MaTouch Work With Open Ai & ChatGPT
by Lan_Makerfabs in Design > Software
197 Views, 2 Favorites, 0 Comments
MaTouch Work With Open Ai & ChatGPT
      The MaTouch AI ESP32S3 2.8" TFT ST7789V board integrate I2S voice input/I2S speaker/ 3 million camera OV3660/ 320*240 resolution display, with ESP32S3 strong processor& Wifi ability, to make this board a good tool/platform for AI development with ESP32.
Recently, we successfully connected the MaTouch AI 2.8" board to OpenAI, enabling real-time voice interaction. With just your voice, you can talk directly to the device — it listens, understands, thinks, and responds with natural speech output.
Supplies
Hardware:
- MaTouch AI ESP32S3 2.8" TFT ST7789V*1
 - Type-C USB Cable*1
 
Software:
- ESP-IDF Development Environment
 - OpenAI API Key
 
What Is Open Ai?
      OpenAI provides a powerful suite of AI models capable of understanding natural language, generating human-like responses, it integrates STT, TTS, and access to AI APIs. By integrating OpenAI’s API, developers can easily bring intelligent conversational abilities into embedded systems -- turning traditional hardware into truly “smart” devices.
How to Implement in MaTouch?
      The MaTouch AI board communicates with OpenAI through three major steps: Speech-to-Text (STT) -- AI model model (GPT) -- Text-to-Speech (TTS).
- Speech-to-Text (STT)
 
The user’s voice is recorded through the microphone and sent to OpenAI’s ’s STT model, which converts the audio into accurate text in real time.
- AI model Processing (GPT)
 
The recognized text is transmitted to OpenAI’s AI model(Such as GPT-3.5). The model understands the context and generates a response.
- Text-to-Speech (TTS)
 
The AI-generated text is sent to OpenAI’s TTS model, which produces a voice response. The MaTouch AI board then plays this voice output through the I2S speaker.
Set Up the ESP-IDF Development Environment
      Before you begin, please ensure that esp-idf is installed on your computer. If not, click Get Started with esp-idf to complete the installation.
Get Open AI API Keys
      
      
      
      
      
      
      
      
      - Sign in or register on the OpenAI platform.
 - Click Start building, fill in the relevant information.
 - Enter the project name and key name. You may also use the default.
 - Copy your key and click “Continue”.
 - Please ensure your account has sufficient funds; otherwise, the key will not function.

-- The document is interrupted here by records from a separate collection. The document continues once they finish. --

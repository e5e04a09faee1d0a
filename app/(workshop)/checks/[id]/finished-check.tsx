import { ApartSection, AttachMachine, CheckFacts, VerdictButtons, VerdictView } from "@/components/checks/verdict";
import { ButtonLink, EmptyState, PageHeading, Sheet } from "@/components/ui";
import { hasPermission, type Person } from "@/lib/auth/permissions";
import type { CheckView } from "@/lib/checks/check-view";
import { machineChoices } from "@/lib/checks/log-choices";
import { chosenPair, possibilityChoices } from "@/lib/checks/possibilities";
import { tellTwoApart } from "@/lib/checks/tell-two-apart";
import { Outcome, OutcomeOfVerdict } from "./outcome";
import { attachMachineAction, recheckAction } from "./verdict-actions";

/** What the address asks to be shown of a verdict; anything unknown is passed over. */
export interface Asked { readonly finding?: string; readonly one?: string; readonly other?: string }

interface FinishedCheckProps {
  readonly check: CheckView;
  /** Already authorised to read this check by the page. */
  readonly person: Person;
  readonly asked: Asked;
}

/** A finished check, read-only: its verdict, and what can be done after it. */
export async function FinishedCheck({ check, person, asked }: FinishedCheckProps) {
  if (!check.verdict) return <Abandoned check={check} />;
  const mayRun = hasPermission(person, "check:run");
  const mayAttach = mayRun && (check.person.id === person.id || hasPermission(person, "machine:edit"));
  const machines = mayAttach ? await machineChoices(person) : [], { confirmations } = check;
  const comparable = check.recheckOf !== null || check.rechecks.length > 0;
  return (
    <>
      <PageHeading title={check.recheckOf ? "Verdict of the re-check" : "Verdict"} />
      <VerdictView
        check={check} finding={asked.finding} apart={<TwoApart check={check} asked={asked} />}
        actions={<><VerdictButtons checkId={check.id} mayRun={mayRun} comparable={comparable} recheck={recheckAction} /><OutcomeOfVerdict check={check} person={person} confirmations={confirmations} /></>}
      />
      <div className="mt-6 grid grid-cols-1 gap-6">
        <Outcome check={check} verdict={check.verdict} person={person} confirmations={confirmations} />
        <Sheet title="This check">
          <CheckFacts check={check} />
          {mayAttach ? <div className="mt-5"><AttachMachine checkId={check.id} machines={machines} current={check.machine?.id ?? null} attach={attachMachineAction} /></div> : null}
        </Sheet>
      </div>
    </>
  );
}

/** The two possibilities that the address names, set apart by the engine now; what the verdict says of them does not change. */
function TwoApart({ check, asked }: { readonly check: CheckView; readonly asked: Asked }) {
  if (!check.verdict || check.verdict.contradictory) return null;
  const choices = possibilityChoices(check.verdict, check.setup.cavityLabels), pair = chosenPair(choices, [asked.one, asked.other]);
  return <ApartSection checkId={check.id} choices={choices} apart={pair ? { pair, checks: tellTwoApart(check, pair) } : null} finding={asked.finding} labels={check.setup.cavityLabels} />;
}

function Abandoned({ check }: { readonly check: CheckView }) {
  return (
    <>
      <PageHeading title="Abandoned check" />
      <EmptyState title="No verdict was reached" action={<ButtonLink href="/checks" tone="main">Back to the log</ButtonLink>}>Its readings stay on record. Start a new check to go on.</EmptyState>
      <div className="mt-6"><Sheet title="This check"><CheckFacts check={check} /></Sheet></div>
    </>
  );
}
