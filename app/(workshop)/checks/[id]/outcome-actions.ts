"use server";

import { revalidatePath } from "next/cache";
import { action, type ActionResult } from "@/lib/action";
import { confirmCheck } from "@/lib/checks/confirm-check";
import { formOf } from "@/lib/form-values";

interface ConfirmState { readonly result: ActionResult<unknown>; readonly given: { readonly finding: string; readonly kind: string; readonly proof: string } }

const text = (form: unknown, name: string): string => {
  const value = formOf(form).get(name);
  return typeof value === "string" ? value : "";
};

/** Record what the check in the form turned out to be. */
export async function confirmAction(_last: ConfirmState | null, form: FormData): Promise<ConfirmState> {
  const id = text(form, "check");
  const given = { finding: text(form, "finding"), kind: text(form, "kind"), proof: text(form, "proof") };
  const result = await action("check:confirm", (person, input) => confirmCheck(person, id, input))(given);
  if (result.ok) revalidatePath(`/checks/${encodeURIComponent(id)}`);
  return { result, given };
}
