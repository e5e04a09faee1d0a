import type { Metadata } from "next";
import { LazyCheckRun } from "@/components/checks/run/check-run-lazy";
import { SettleRun } from "@/components/checks/run/settle-run";
import type { Person } from "@/lib/auth/permissions";
import { requirePermission } from "@/lib/auth/require-permission";
import type { CheckView } from "@/lib/checks/check-view";
import { getCheck } from "@/lib/checks/get-check";
import { AppError } from "@/lib/errors";
import { FinishedCheck, type Asked } from "./finished-check";

export const metadata: Metadata = { title: "Check" };

/** Null when the server has not heard of it: then it may still be on the phone that started it. */
async function checkOf(person: Person, id: string): Promise<CheckView | null> {
  try {
    return await getCheck(person, id);
  } catch (error) {
    if (error instanceof AppError && (error.status === 404 || error.status === 400)) return null;
    throw error;
  }
}

interface CheckPageProps {
  readonly params: Promise<{ id: string }>;
  readonly searchParams: Promise<Readonly<Record<string, string | string[] | undefined>>>;
}

/** What the address asks to be shown; a name given twice counts as not given. */
function askedOf(given: Awaited<CheckPageProps["searchParams"]>): Asked {
  const text = (name: string) => { const value = given[name]; return typeof value === "string" ? value : undefined; };
  return { finding: text("finding"), one: text("one"), other: text("other") };
}

/** A check: led reading by reading while it runs, its verdict once it is finished. */
export default async function CheckPage({ params, searchParams }: CheckPageProps) {
  const person = await requirePermission("check:read");
  const { id } = await params;
  const check = await checkOf(person, id);
  if (check && check.state !== "running") {
    return (
      <>
        <SettleRun id={id} />
        <FinishedCheck check={check} person={person} asked={askedOf(await searchParams)} />
      </>
    );
  }
  await requirePermission("check:run");
  const known = check ? { id, setup: check.setup, steps: check.steps } : null;
  return <LazyCheckRun id={id} personId={person.id} known={known} />;
}
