import "server-only";
import { notFound } from "next/navigation";
import type { Person } from "@/lib/auth/permissions";
import type { CheckView } from "@/lib/checks/check-view";
import { getCheck } from "@/lib/checks/get-check";
import { AppError } from "@/lib/errors";

/** A check for a page that cannot do without it: the not-found page where it is not this person's to see. */
export async function checkForPage(person: Person, id: string): Promise<CheckView> {
  try {
    return await getCheck(person, id);
  } catch (error) {
    if (error instanceof AppError && error.status === 404) notFound();
    throw error;
  }
}
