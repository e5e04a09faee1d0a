import { AttachMachine, CheckFacts, VerdictButtons, VerdictView } from "@/components/checks/verdict";
import { ButtonLink, EmptyState, PageHeading, Sheet } from "@/components/ui";
import { hasPermission, type Person } from "@/lib/auth/permissions";
import type { CheckView } from "@/lib/checks/check-view";
import { machineChoices } from "@/lib/checks/log-choices";
import { attachMachineAction, recheckAction } from "./verdict-actions";

interface FinishedCheckProps {
  readonly check: CheckView;
  /** Already authorised to read this check by the page. */
  readonly person: Person;
}

/** A finished check, read-only: its verdict, and what can be done after it. */
export async function FinishedCheck({ check, person }: FinishedCheckProps) {
  if (!check.verdict) return <Abandoned check={check} />;
  const mayRun = hasPermission(person, "check:run");
  const mayAttach = mayRun && (check.person.id === person.id || hasPermission(person, "machine:edit"));
  const machines = mayAttach ? await machineChoices(person) : [];
  const comparable = check.recheckOf !== null || check.rechecks.length > 0;
  return (
    <>
      <PageHeading title={check.recheckOf ? "Verdict of the re-check" : "Verdict"} />
      <VerdictView check={check} actions={<VerdictButtons checkId={check.id} mayRun={mayRun} comparable={comparable} recheck={recheckAction} />} />
      <div className="mt-6">
        <Sheet title="This check">
          <CheckFacts check={check} />
          {mayAttach ? <div className="mt-5"><AttachMachine checkId={check.id} machines={machines} current={check.machine?.id ?? null} attach={attachMachineAction} /></div> : null}
        </Sheet>
      </div>
    </>
  );
}

function Abandoned({ check }: { readonly check: CheckView }) {
  return (
    <>
      <PageHeading title="Abandoned check" />
      <EmptyState title="No verdict was reached" action={<ButtonLink href="/checks" tone="main">Back to the log</ButtonLink>}>Its readings stay on record. Start a new check to go on.</EmptyState>
      <div className="mt-6"><Sheet title="This check"><CheckFacts check={check} /></Sheet></div>
    </>
  );
}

 - You can return to the overview page, click the Settings button, and view the API information.
 
How the Code Works?
ai_task() is the core function that implements the entire AI dialogue system, completing:
- 1.Speech-to-Text (STT)-- Sends audio recorded by the microphone to OpenAI to obtain text results.
 - Language Understanding and Generation-- Passes the recognized text to the GPT model to generate a brief response.
 - Text-to-Speech (TTS)-- Converts the GPT response back into speech and plays it aloud.
 
Key part of the code
- Create the OpenAI client.
 
Initializes the OpenAI client using your API key. This client handles all communication with the OpenAI cloud services.
- Create functional modules
 
Audio Transcription (STT) – Converts recorded speech into text.
Chat Completion (GPT) – Generates a response based on recognized text.
Audio Speech (TTS) – Converts the response text back into speech.
- Set module parameters
 
STT settings: Set the language to English, with an output stability of 0.2 (lower values indicate greater stability).
AI setting: Set the chat model to gpt-3.5-turbo and define it as an assistant.
TTS settings: Set the voice model to tts-1-hd and the voice type to alloy.
- Speech-to-Text (STT)
 
Sends the recorded audio buffer to OpenAI for transcription, receiving text output.
- Text-to-Response (ChatCompletion)
 
Passes the transcribed text to the GPT model, which generates a text response.
- Text-to-Speech (TTS)
 
Converts the GPT-generated response into speech and plays it through the speaker.
Upload the Code
      
      
      
      
      
      
      - Open the stt_llm_tts file by VS Code.
 - Paste the key you copied earlier from OpenAI into the code.
 - Set the target chip to ESP32S3.
 - Change your WiFi information.
 - Set Partition to “Custom partition table CSV”.
 - Set Flash size to 16MB.
 - Enable “Support for external, SPI-connect RAM” and set mode to “Octal Mode PSRAM”, finally click “Save”.
 - Use Type-C USB cable to connect the board and PC, select the corresponding port and Flash Device.
 
Result
      - Click “RECORD” to start a conversation;
 - Click “PLAY RECORD” to play back the recent recording.